The modern view of conversions into Hinduism is influenced by the demise of caste system combined with the persistence of age old ideas of Sanathan Dharm. Hindus today continue to be influenced by historical ideas of acceptability of conversion. Hence, many Hindus continue to believe that Hinduism is an identity that can only be had from birth, while many others continue to believe that anyone who follows Hindu beliefs and practices is a Hindu, and many believe in some form of both theories. However, as a reaction to perceived and actual threat of evangelization, prozelyzation, and conversion activities of other major religions many modern Hindus are opposed to the idea of conversion from (any) one religion to (any) other per se.
Hindus in Western countries generally accept and welcome willing converts, whereas in India acceptance of willing converts is becoming more common. With the rise of Hindu Revivalist movements, reconversions into Hinduism have also picked up pace. Reconversions are well accepted since conversion out of Hinduism isn't recognized. Conversion into Hinduism through marriage is well accepted and often expected in order to enable the non-Hindu partner to fully participate in their spiritual, religious, and cultural roles within the larger Hindu family and society.

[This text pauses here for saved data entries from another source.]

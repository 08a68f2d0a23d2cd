import { ok } from "node:assert/strict";
import { drawTrait, meets, nestedStrata } from "../../../models/decision/mod.ts";
import { yieldRange } from "../../../models/decision/yields.ts";
import { spreadPrior } from "../../../models/pooling/mod.ts";
import { TraitPools } from "../../../pipeline/traits/pools.ts";
import { randomFrom } from "../../../shared/random.ts";
import { platformSchema } from "../../../shared/schemas/platform.ts";
import { drawnSd, type Layout, simulateLots } from "../../models/pooling/simulated_lots.ts";
import { guideRecord, lotDesign, PLATFORM, traitRow } from "./a_lot.ts";

const LOTS = 300;
/** Least size that a request might ask for: near the mean, where it is hard to tell. */
const LIMIT = 0.48;
const SPREAD = { lotSd: 0.05, waferSd: 0.03, dieSd: 0.02, guideSd: 0.02 };
const SCALED = platformSchema.parse({
  ...PLATFORM,
  defaults: { mfd_x_um: { value: 0.5, u: 0.1, at_nm: 1582 } },
  priors: { mfd_x_um: { lot_sd: 0.05, wafer_sd: 0.03, die_sd: 0.02, guide_sd: 0.02 } },
});
/** What the effects leave of the default's u: the prior of the mean. */
const MEAN_SD = Math.sqrt(0.1 ** 2 - 0.05 ** 2 - 0.03 ** 2 - 2 * 0.02 ** 2);

const LAYOUT: Layout = {
  lots: 3,
  wafers: 3,
  wafersRead: 2,
  dies: 4,
  diesRead: 3,
  guides: 4,
  guidesRead: 2,
  u: [0.005, 0.03],
};
/** A guide of each kind, of the first lot. */
const ASKED = {
  measured: "L0-0/0/g0",
  "of a read die": "L0-0/0/g2",
  "of a read wafer": "L0-0/3/g0",
  "of an unread wafer": "L0-2/0/g0",
};

Deno.test("rows of other wavelengths and lots, carried and pooled, give intervals and probabilities that hold what they promise", () => {
  const covered = new Map(Object.keys(ASKED).map((what) => [what, 0]));
  const promised = new Map(
    Object.keys(ASKED).map((what) => [what, { expected: 0, variance: 0, met: 0 }]),
  );
  for (let n = 0; n < LOTS; n++) {
    const random = randomFrom(`rows ${n}`);
    const { logSd } = spreadPrior(SPREAD, 2);
    const spread = {
      lotSd: drawnSd(SPREAD.lotSd, logSd, random),
      waferSd: drawnSd(SPREAD.waferSd, logSd, random),
      dieSd: drawnSd(SPREAD.dieSd, logSd, random),
      guideSd: drawnSd(SPREAD.guideSd, logSd, random),
    };
    const truth = { mean: 0.5 + MEAN_SD * random.normal(), spread };
    const { observations, places, guides } = simulateLots(LAYOUT, truth, random);
    // Read at one wavelength and asked at another: sizes go with it, and the default is stated at a third.
    const rows = observations.map((o) => ({
      lot: o.lot,
      row: traitRow("mfd_x_um", o.guide!, o.value * 1550 / 1582, {
        wavelength_nm: 1550,
        polarisation: "TE",
        u: o.u * 1550 / 1582,
      }),
    }));
    const records = guides.filter((g) => g.lot === "L0").map((g) =>
      guideRecord(g.guide, { x_mm: places.get(g.die)!.x, y_mm: places.get(g.die)!.y })
    );
    const own = rows.filter((r) => r.lot === "L0").map((r) => r.row);
    const others = ["L1", "L2"].map((lot) => ({
      lot,
      rows: rows.filter((r) => r.lot === lot).map((r) => r.row),
      places,
    }));
    const design = lotDesign({ lot: { ...lotDesign().lot, lot: "L0" } }, records);
    const pools = new TraitPools(SCALED, design, own, others);
    for (const [what, id] of Object.entries(ASKED)) {
      const { value, u } = pools.estimate("mfd_x_um", records.find((r) => r.guide_id === id)!, 1582, "TE")!;
      const { truth } = guides.find((g) => g.guide === id)!;
      if (Math.abs(truth - value) <= 1.959964 * u) covered.set(what, covered.get(what)! + 1);
      const strata = nestedStrata(256, 16, randomFrom(`${id} ${n}`));
      const draws = drawTrait({ value, u }, { low: 0.1 }, strata);
      const p = meets(draws, { atLeast: LIMIT, atMost: Infinity }).reduce((sum, x) => sum + x, 0) / 256;
      const now = promised.get(what)!;
      promised.set(what, {
        expected: now.expected + p,
        variance: now.variance + p * (1 - p),
        met: now.met + (truth >= LIMIT ? 1 : 0),
      });
    }
  }
  const { low, high } = yieldRange(new Float64Array(LOTS).fill(0.95), 0.999);
  for (const [what, count] of covered) {
    ok(count >= low && count <= high, `guide ${what}: ${count} of ${LOTS} covered, need ${low}…${high}`);
  }
  // The probability of meeting a limit is what it says: as many meet it as the probabilities add up to.
  for (const [what, { expected, variance, met }] of promised) {
    const off = (met - expected) / Math.sqrt(variance);
    ok(Math.abs(off) < 3.3, `guide ${what}: ${met} meet the limit, ${expected.toFixed(1)} were promised`);
  }
});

There is no formal process for converting to Hinduism, although in many traditions a ritual called dīkshā ("initiation") marks the beginning of spiritual life after conversion and a ritual called suddhi ("purification") marks the return to spiritual life after reconversion. Most Hindu sects don't seek converts because they believe that the goals of spiritual life can be attained through any religion, as long as it's practiced sincerely. However, some Hindu sects and affiliates such as Vedanta Society, Arya Samaj, International Society for Krishna Consciousness, and the Self-Realization Fellowship accept those who have a desire to follow Hinduism.
In general, Hindu view of religious freedom isn't based on the freedom to proselytize, but the right to retain one’s religion and not be subject to proselyzation. Hindu leaders are advocating for changing the existing formulation of the freedom of religion clause in the Universal Declaration of Human Rights since it favors religions which proselytize.